- Pitcher
- Born: 1866 Dublin, Ireland
- Died: April 13, 1898 Brooklyn, New York, U.S.
- Batted: UnknownThrew: Unknown

MLB debut
- April 23, 1890, for the Brooklyn Gladiators

Last MLB appearance
- August 29, 1890, for the Syracuse Stars

MLB statistics
- Win–loss record: 5–23
- Strikeouts: 69
- Earned run average: 4.88
- Stats at Baseball Reference

Teams
- Brooklyn Gladiators (1890); Syracuse Stars (1890);

= Charlie McCullough =

Irish baseball player (1866–1898)

Charles F. McCullough (1866 – April 13, 1898) was an Irish born Major League Baseball pitcher for one season. In 1890 he played for the Brooklyn Gladiators and the Syracuse Stars, both of the American Association. He was a native of Dublin, Ireland.

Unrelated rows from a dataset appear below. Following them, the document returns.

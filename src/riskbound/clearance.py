"""Clearance between the robot and an obstacle: the one definition every verdict, report,
benchmark and test uses.

Footprints: the robot is a disc of radius r (the planner's `robot_radius_m`); an obstacle is a box
of half-extents (half_length along its heading, half_width across) centred on its position (a
person's footprint: the tracker's `footprint_half_length_m` / `footprint_half_width_m`, 0.25 ×
0.2 m by default). Clearance is the signed distance between the two shapes: the distance from
the disc centre to the box minus r, negative when they overlap (inside the box the distance is
minus the depth to the nearest face). Below zero is a collision.

Along a recorded run the robot is known at odometry times and the obstacles at their own
observation times. `closest_approach` evaluates the clearance at every obstacle observation (robot
position interpolated linearly from odometry), then refines the smallest value of each obstacle
between its neighbouring observations (obstacle moving linearly, heading interpolated), on a grid
of REFINE_POINTS instants and again on a finer grid around the best point. The closed-loop summary
and the review both report this number, so they agree on the same run.
"""

from dataclasses import dataclass

import numpy as np

REFINE_POINTS = 41
# Observations of one obstacle further apart than this many median frame periods are not
# interpolated between (the obstacle was not seen in between).
NEIGHBOUR_GAP_PERIODS = 1.5


def to_box_frame(offset, heading):
    """World-frame vectors (..., 2) → the box frame of an obstacle with `heading` (...) [rad]."""
    c, s = np.cos(heading), np.sin(heading)
    return np.stack([c * offset[..., 0] + s * offset[..., 1], -s * offset[..., 0] + c * offset[..., 1]], axis=-1)


def disc_box_clearance(robot_xy, radius, box_xy, box_heading, half_extents):
    """Signed clearance [m] between a disc and oriented boxes; all arguments broadcast.

    robot_xy (..., 2), radius scalar or (...), box_xy (..., 2), box_heading (...), half_extents (..., 2).
    NaN positions give NaN.
    """
    local = np.abs(to_box_frame(np.asarray(robot_xy, dtype=float) - np.asarray(box_xy, dtype=float),
                                np.asarray(box_heading, dtype=float)))
    q = local - np.asarray(half_extents, dtype=float)
    outside = np.sqrt(np.sum(np.maximum(q, 0.0) ** 2, axis=-1))
    inside = np.minimum(np.max(q, axis=-1), 0.0)
    return outside + inside - radius


@dataclass
class Approach:
    """The smallest clearance found, when and between what."""

    clearance_m: float
    time_s: float
    obstacle_id: int
    robot_xy: np.ndarray
    obstacle_xy: np.ndarray
    obstacle_heading: float


def robot_position_at(robot_times_s, robot_xy, times_s):
    """Robot positions (n, 2) linearly interpolated at `times_s`; NaN outside the odometry."""
    times_s = np.atleast_1d(np.asarray(times_s, dtype=float))
    out = np.full((len(times_s), 2), np.nan)
    if len(robot_times_s) == 0:
        return out
    inside = (times_s >= robot_times_s[0]) & (times_s <= robot_times_s[-1])
    for axis in range(2):
        out[inside, axis] = np.interp(times_s[inside], robot_times_s, robot_xy[:, axis])
    return out


def refine_between(robot_times_s, robot_xy, radius, track_times_s, track_xy, track_headings, half_extents,
                   t_from, t_to, best):
    """`best` (an Approach at one observation) improved by searching [t_from, t_to] along one
    obstacle's track: a grid of REFINE_POINTS instants, then a finer one around its best point."""
    if not t_to > t_from:
        return best
    unwrapped = np.unwrap(track_headings)
    grid = np.linspace(t_from, t_to, REFINE_POINTS)
    for _ in range(2):
        xy = np.stack([np.interp(grid, track_times_s, track_xy[:, 0]),
                       np.interp(grid, track_times_s, track_xy[:, 1])], axis=-1)
        headings = np.interp(grid, track_times_s, unwrapped)
        robot_grid = robot_position_at(robot_times_s, robot_xy, grid)
        values = disc_box_clearance(robot_grid, radius, xy, headings, half_extents)
        if not np.any(np.isfinite(values)):
            break
        j = int(np.nanargmin(values))
        if values[j] < best.clearance_m:
            best = Approach(float(values[j]), float(grid[j]), best.obstacle_id, robot_grid[j], xy[j],
                            float(np.angle(np.exp(1j * headings[j]))))
        step = grid[1] - grid[0]
        grid = np.linspace(max(grid[j] - step, t_from), min(grid[j] + step, t_to), REFINE_POINTS)
    return best


def closest_approach(robot_times_s, robot_xy, radius, times_s, ids, positions, headings, half_extents,
                     max_step_s=None):
    """The run's smallest clearance (an Approach), or None when no observation is covered by odometry.

    robot_times_s (T,) increasing, robot_xy (T, 2); obstacle observations: times_s, ids, headings
    (E,), positions and half_extents (E, 2). max_step_s: neighbouring observations of one obstacle
    further apart are not interpolated between (default NEIGHBOUR_GAP_PERIODS median frame periods).
    """
    times_s, ids = np.asarray(times_s, dtype=float), np.asarray(ids)
    positions, headings = np.asarray(positions, dtype=float), np.asarray(headings, dtype=float)
    half_extents = np.asarray(half_extents, dtype=float)
    if len(times_s) == 0 or len(robot_times_s) < 2:
        return None
    order = np.lexsort((times_s, ids))
    times_s, ids, positions, headings, half_extents = (times_s[order], ids[order], positions[order],
                                                       headings[order], half_extents[order])
    if max_step_s is None:
        frames = np.unique(times_s)
        max_step_s = NEIGHBOUR_GAP_PERIODS * (float(np.median(np.diff(frames))) if len(frames) > 1 else 0.1)
    values = disc_box_clearance(robot_position_at(robot_times_s, robot_xy, times_s), radius, positions, headings,
                                half_extents)
    if not np.any(np.isfinite(values)):
        return None
    best = None
    boundaries = np.flatnonzero(np.diff(ids) != 0) + 1
    for lo, hi in zip(np.r_[0, boundaries], np.r_[boundaries, len(ids)]):
        track = slice(int(lo), int(hi))
        track_values = values[track]
        if not np.any(np.isfinite(track_values)):
            continue
        k = int(np.nanargmin(track_values))
        track_times = times_s[track]
        row = lo + k
        candidate = Approach(float(track_values[k]), float(track_times[k]), int(ids[row]),
                             robot_position_at(robot_times_s, robot_xy, track_times[k])[0], positions[row].copy(),
                             float(headings[row]))
        t_from = track_times[k - 1] if k > 0 and track_times[k] - track_times[k - 1] <= max_step_s else track_times[k]
        t_to = (track_times[k + 1] if k + 1 < len(track_times) and track_times[k + 1] - track_times[k] <= max_step_s
                else track_times[k])
        candidate = refine_between(robot_times_s, robot_xy, radius, track_times, positions[track], headings[track],
                                   half_extents[row], t_from, t_to, candidate)
        if best is None or candidate.clearance_m < best.clearance_m:
            best = candidate
    return best
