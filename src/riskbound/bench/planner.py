"""`riskbound bench planner`: solve-time distribution of the planner core in closed loop.

For each robot model, solve path and crowd size, several seeded crossings of the scripted plaza;
every cycle's solve time (everything the planner does per cycle: covariance propagation, pruning,
inflation, the solver, the risk charge) is collected. Prints median / p90 / p99 / max, failed
cycles (and how many of them were shown infeasible), and the ratios the targets are stated in:
the reference solver's times over the default path's, and the largest crowd's median over the
40-walker median. Writes JSON and a histogram PNG.
"""

import json
import os
import platform
import sys
import time

import numpy as np

from riskbound.bench.time_histogram import write_time_histogram
from riskbound.planning.settings import INFEASIBLE_RESPONSES, PLANNER_SOLVERS

TARGET_MEDIAN_MS = 3.0
TARGET_P99_MS = 10.0
TARGET_FAILED_FRACTION = 0.01
TARGET_SPEEDUP = 3.0
TARGET_CROWD_RATIO = 2.0
TARGET_WALKERS = 40


def add_arguments(parser):
    parser.add_argument("--walkers", type=int, nargs="+", default=[40, 200], help="crowd sizes (same plaza)")
    parser.add_argument("--seeds", type=int, default=3, help="crossings per crowd size")
    parser.add_argument("--models", nargs="+", default=["double_integrator", "unicycle"],
                        choices=["double_integrator", "unicycle"])
    parser.add_argument("--solvers", nargs="+", default=list(PLANNER_SOLVERS), choices=PLANNER_SOLVERS,
                        help="solve paths, run side by side (the first is the one the targets are for)")
    parser.add_argument("--horizon-steps", type=int, default=20)
    parser.add_argument("--max-cycles", type=int, default=300, help="cycles per crossing at most")
    parser.add_argument("--infeasible-response", default="stop", choices=INFEASIBLE_RESPONSES,
                        help="the planner's infeasible_response (default stop)")
    parser.add_argument("--out", default="out/bench", help="directory for planner.json and planner_solve_ms.png")


def summarise(solve_ms):
    ms = np.asarray(solve_ms, dtype=float)
    return {"cycles": int(ms.size), "median_ms": float(np.median(ms)), "p90_ms": float(np.percentile(ms, 90)),
            "p99_ms": float(np.percentile(ms, 99)), "max_ms": float(ms.max())}


def run(args):
    from riskbound.bench.episode import run_episode
    from riskbound.bench.scripted_crowd import PlazaScenario
    from riskbound.planning.mpc import ChanceConstrainedMPC
    from riskbound.planning.settings import PlannerSettings

    os.makedirs(args.out, exist_ok=True)
    rows, samples = {}, {}
    total = len(args.models) * len(args.solvers) * len(args.walkers) * args.seeds
    done = 0
    started = time.perf_counter()
    for model in args.models:
        for solver in args.solvers:
            settings = PlannerSettings(robot_model=model, horizon_steps=args.horizon_steps, solver=solver,
                                       infeasible_response=args.infeasible_response)
            mpc = ChanceConstrainedMPC(settings)
            for walkers in args.walkers:
                solve_ms, crossings, statuses = [], [], {}
                for seed in range(args.seeds):
                    def progress(k, label=f"{model} {solver} {walkers} walkers, seed {seed}"):
                        if k % 20 == 0:
                            sys.stderr.write(f"\r[{done + 1}/{total}] {label}, cycle {k}   ")
                            sys.stderr.flush()
                    log = run_episode(settings, PlazaScenario(walkers=walkers, seed=seed),
                                      max_cycles=args.max_cycles, mpc=mpc, on_cycle=progress)
                    done += 1
                    solve_ms.extend(log.solve_ms.tolist())
                    for result in log.results:
                        statuses[result.status] = statuses.get(result.status, 0) + 1
                    crossings.append({"seed": seed, "reached_goal": log.reached_goal, "cycles": log.cycles,
                                      "failures": log.failures, "min_clearance_m": log.min_clearance_m,
                                      "collision_cycles": log.collisions})
                key = (model, solver, walkers)
                rows[key] = dict(summarise(solve_ms), crossings=crossings, statuses=statuses)
                samples[key] = solve_ms
    sys.stderr.write(f"\rdone in {time.perf_counter() - started:.0f} s{' ' * 60}\n")

    load = os.getloadavg()[0] if hasattr(os, "getloadavg") else float("nan")
    print(f"planner solve time, {args.horizon_steps} steps, infeasible_response={args.infeasible_response}, "
          f"{args.seeds} crossings per size ({platform.processor() or platform.machine()}, {os.cpu_count()} cores, "
          f"load average {load:.2f} at the end)")
    print(f"{'model':<18} {'solver':<14} {'walkers':>7} {'cycles':>6} {'median':>7} {'p90':>7} {'p99':>7} {'max':>7} "
          f"{'failed':>7} {'shown inf.':>10} {'contact':>7} {'reached':>7}")
    for (model, solver, walkers), row in rows.items():
        failed = sum(c["failures"] for c in row["crossings"])
        contact = sum(c["collision_cycles"] for c in row["crossings"])
        reached = sum(c["reached_goal"] for c in row["crossings"])
        print(f"{model:<18} {solver:<14} {walkers:>7} {row['cycles']:>6} {row['median_ms']:>7.2f} {row['p90_ms']:>7.2f} "
              f"{row['p99_ms']:>7.2f} {row['max_ms']:>7.2f} {100.0 * failed / row['cycles']:>6.1f}% "
              f"{row['statuses'].get('infeasible', 0):>10} {contact:>7} {reached:>4}/{args.seeds}")
    print()
    main = args.solvers[0]
    for model in args.models:
        head = rows.get((model, main, TARGET_WALKERS))
        if head is None:
            continue
        failed = sum(c["failures"] for c in head["crossings"]) / head["cycles"]
        verdict = [f"median {head['median_ms']:.2f} ≤ {TARGET_MEDIAN_MS}: {_met(head['median_ms'] <= TARGET_MEDIAN_MS)}",
                   f"p99 {head['p99_ms']:.2f} ≤ {TARGET_P99_MS}: {_met(head['p99_ms'] <= TARGET_P99_MS)}",
                   f"failed {100 * failed:.1f}% ≤ {100 * TARGET_FAILED_FRACTION:.0f}%: "
                   f"{_met(failed <= TARGET_FAILED_FRACTION)}"]
        for other in args.solvers[1:]:
            reference = rows.get((model, other, TARGET_WALKERS))
            if reference:
                median_ratio = reference["median_ms"] / head["median_ms"]
                p99_ratio = reference["p99_ms"] / head["p99_ms"]
                ok = min(median_ratio, p99_ratio) >= TARGET_SPEEDUP
                verdict.append(f"{other} / {main}: median {median_ratio:.1f}×, p99 {p99_ratio:.1f}× "
                               f"(≥ {TARGET_SPEEDUP}×: {_met(ok)})")
        for walkers in args.walkers:
            if walkers > TARGET_WALKERS and (model, main, walkers) in rows:
                ratio = rows[(model, main, walkers)]["median_ms"] / head["median_ms"]
                verdict.append(f"{walkers}/{TARGET_WALKERS} walkers median {ratio:.2f}× "
                               f"(≤ {TARGET_CROWD_RATIO}×: {_met(ratio <= TARGET_CROWD_RATIO)})")
        print(f"targets, {model}, {main}, {TARGET_WALKERS} walkers: " + "; ".join(verdict))

    report = {"horizon_steps": args.horizon_steps, "infeasible_response": args.infeasible_response,
              "seeds": args.seeds, "load_average": load,
              "machine": {"cores": os.cpu_count(), "processor": platform.processor()},
              "results": {"/".join(map(str, key)): value for key, value in rows.items()}}
    json_path = os.path.join(args.out, "planner.json")
    with open(json_path, "w") as handle:
        json.dump(report, handle, indent=2)
    png_path = os.path.join(args.out, "planner_solve_ms.png")
    write_time_histogram({f"{model[:7]} {solver} {walkers}": values
                          for (model, solver, walkers), values in samples.items()}, png_path,
                         TARGET_MEDIAN_MS, f"{TARGET_MEDIAN_MS} ms", "solve time per cycle [ms]", "cycles",
                         "planner solve time in closed loop")
    print(f"wrote {json_path} and {png_path}")
    return 0


def _met(ok):
    return "met" if ok else "MISSED"
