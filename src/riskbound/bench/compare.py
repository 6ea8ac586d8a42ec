"""`riskbound bench compare`: our planner against the three baselines, side by side in one process.

The command: its options, the run and the files it writes. The parts live beside it:
``compare_methods`` the four methods and how each is built; ``compare_single_obstacle`` suite (a),
open loop on random single-obstacle instances against the mixed-integer optimum; ``compare_hall``
suite (b), closed loop in an invented exhibition hall; ``compare_pruning`` our solve time with many
walkers against few; ``compare_collision`` the empirical collision probability of a plan (Monte
Carlo); ``compare_report`` the targets, the tables and the plots.

Outputs in --out: compare.md (tables), compare.json, solve_ms_vs_walkers.png, cost_gap_hist.png,
success_rates.png. JSON keys:
    settings, machine, alpha, suite{instances, methods{<m>{solve_ms_median, solve_ms_p90,
    speedup_vs_mixed_integer, cost_gap_mean, cost_gap_median, cost_gap_p90,
    cost_gap_mean_where_obstacle_active, success_rate, collision_probability_mean,
    collision_probability_max, stuck}}, obstacle_active_instances, cost_gaps{<m>[...]}},
    crowd{sizes, seeds, methods{<m>{<size>{episodes, success_rate, collision_rate,
    collisions_while_stopped, stuck, solve_ms_median, solve_ms_p90, failed_solve_fraction,
    failed_solves_by_status{<status>: cycles},
    collision_probability_mean, collision_probability_max, collision_probability_max_considered,
    plans_above_alpha}}}}, pruning{walkers_low, walkers_high, solve_ms_median_low,
    solve_ms_median_high, ratio, solve_ms_median_replay_low, solve_ms_median_replay_high_far, ratio_far},
    targets{<name>{target, measured, met}}, wall_time_s
Figures that cannot be computed (for example a cost gap when no instance was solved by both
methods) are written as null.
"""

import json
import os
import time

import numpy as np

from riskbound.bench.compare_hall import run_crowds, summarise_crowds
from riskbound.bench.compare_methods import CROWD_METHODS, METHODS
from riskbound.bench.compare_pruning import run_pruning
from riskbound.bench.compare_report import evaluate_targets, markdown, plots
from riskbound.bench.compare_single_obstacle import run_suite
from riskbound.planning.settings import PlannerSettings


def _finite_or_null(value):
    """JSON has no NaN: a figure that could not be computed (no instance solved by both) becomes null."""
    if isinstance(value, dict):
        return {str(k): _finite_or_null(v) for k, v in value.items()}
    if isinstance(value, (list, tuple)):
        return [_finite_or_null(v) for v in value]
    if isinstance(value, (float, np.floating)):
        return float(value) if np.isfinite(value) else None
    if isinstance(value, np.integer):
        return int(value)
    if isinstance(value, np.bool_):
        return bool(value)
    return value


def add_arguments(parser):
    parser.add_argument("--out", default="out/bench_compare", help="output directory (default %(default)s)")
    parser.add_argument("--quick", action="store_true",
                        help="smoke size: 2 instances with a 12-step horizon in suite (a), crowds of 10 and 40 "
                             "walkers on a 6 m route with 1 seed, fewer Monte Carlo samples")
    parser.add_argument("--instances", type=int, default=None, help="suite (a) instances (default 50, quick 2)")
    parser.add_argument("--seeds", type=int, default=None, help="crowd seeds per size (default 8, quick 1)")
    parser.add_argument("--sizes", type=int, nargs="+", default=None,
                        help="crowd sizes in walkers (default 10 40 100, quick 10 40)")
    parser.add_argument("--pruning-walkers", type=int, nargs=2, default=[40, 200], metavar=("LOW", "HIGH"),
                        help="walker counts of the pruning check (default 40 200)")
    parser.add_argument("--sigma-multiple", type=float, default=3.0,
                        help="robust inflation: standard deviations added to each face (default 3)")
    parser.add_argument("--passes", type=int, default=10,
                        help="suite (a): most linearisation passes of the linearised formulation (default 10)")
    parser.add_argument("--mi-time-limit-s", type=float, default=120.0,
                        help="time cap of one mixed-integer solve [s] (default 120)")
    parser.add_argument("--seed", type=int, default=7, help="random seed of suite (a)")


def _check(args):
    for name in ("instances", "seeds"):
        value = getattr(args, name)
        if value is not None and value < 1:
            raise ValueError(f"--{name}={value} is out of range: must be at least 1")
    if any(size < 1 for size in args.sizes or []) or min(args.pruning_walkers) < 1:
        raise ValueError("--sizes and --pruning-walkers must be at least 1 walker")


def run(args):
    try:
        _check(args)
    except ValueError as error:
        print(f"riskbound bench compare: {error}")
        return 2
    started = time.perf_counter()
    quick = args.quick
    instances = args.instances or (2 if quick else 50)
    seeds = args.seeds or (1 if quick else 8)
    sizes = args.sizes or ([10, 40] if quick else [10, 40, 100])
    mc_samples_suite, mc_samples_crowd = (2000, 300) if quick else (20000, 2000)
    scene_options = {"start": (-3.0, 0.0), "goal": (3.0, 0.0), "time_limit_s": 10.0} if quick else {}
    pruning_options = dict(scene_options, time_limit_s=3.0) if quick else scene_options
    pruning_seeds = 1 if quick else 2
    settings = PlannerSettings()
    # A shorter horizon keeps the mixed-integer solves of the smoke run to a second or two.
    suite_settings = settings.with_changes(horizon_steps=12) if quick else settings
    os.makedirs(args.out, exist_ok=True)

    def log(text):
        print(f"[{time.perf_counter() - started:7.1f} s] {text}", flush=True)

    log(f"suite (a): {instances} single-obstacle instances, methods {', '.join(METHODS)}")
    suite = run_suite(suite_settings, instances, args.seed, args.sigma_multiple, args.passes, mc_samples_suite,
                      args.mi_time_limit_s, log)
    log(f"suite (b): exhibition hall with {sizes} walkers, {seeds} seeds, methods {', '.join(CROWD_METHODS)}")
    crowd_results = run_crowds(settings, sizes, seeds, args.sigma_multiple, mc_samples_crowd,
                               scene_options, log)
    crowd = {"sizes": list(sizes), "seeds": seeds,
             "methods": summarise_crowds(crowd_results, settings.risk_level, mc_samples_crowd)}
    low, high = args.pruning_walkers
    pruning = run_pruning(settings, low, high, pruning_seeds, pruning_options, log)
    report = {
        "settings": {"planner": {k: getattr(settings, k) for k in settings.__dataclass_fields__},
                     "suite_horizon_steps": suite_settings.horizon_steps,
                     "sigma_multiple": args.sigma_multiple, "passes": args.passes, "quick": quick,
                     "mc_samples_suite": mc_samples_suite, "mc_samples_crowd": mc_samples_crowd},
        "machine": {"cpus": os.cpu_count(), "load_average": [round(v, 2) for v in os.getloadavg()]},
        "alpha": settings.risk_level, "suite": suite, "crowd": crowd, "pruning": pruning,
    }
    report["targets"] = evaluate_targets(suite, crowd["methods"], pruning, settings.risk_level)
    report["wall_time_s"] = time.perf_counter() - started
    with open(os.path.join(args.out, "compare.json"), "w") as stream:
        json.dump(_finite_or_null(report), stream, indent=1, allow_nan=False)
    table = markdown(report)
    with open(os.path.join(args.out, "compare.md"), "w") as stream:
        stream.write(table)
    plots(report, crowd_results, args.out)
    print(table)
    log(f"wrote {args.out}/compare.md, compare.json and 3 PNGs")
    return 0

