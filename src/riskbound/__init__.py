"""riskbound: risk-bounded local motion planning among moving people (ROS 2)."""

__version__ = "0.1.0"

He did complete 27 out of 28 starts in the 1890 season, but allowed 406 baserunners (276 hits, 116 walks, and 13 hit batsmen) in 241.2 innings pitched. He also threw 21 wild pitches, seventh in the league. His earned run average was 4.88, which was a full run over the league average, and his record was 5–23.

At the plate he was 3–for–95 (.032) with one run batted in and three runs scored. He drew six walks, increasing his on-base percentage to .089. On defense, he had a fielding percentage of .885, below the league's average of .907 for pitchers.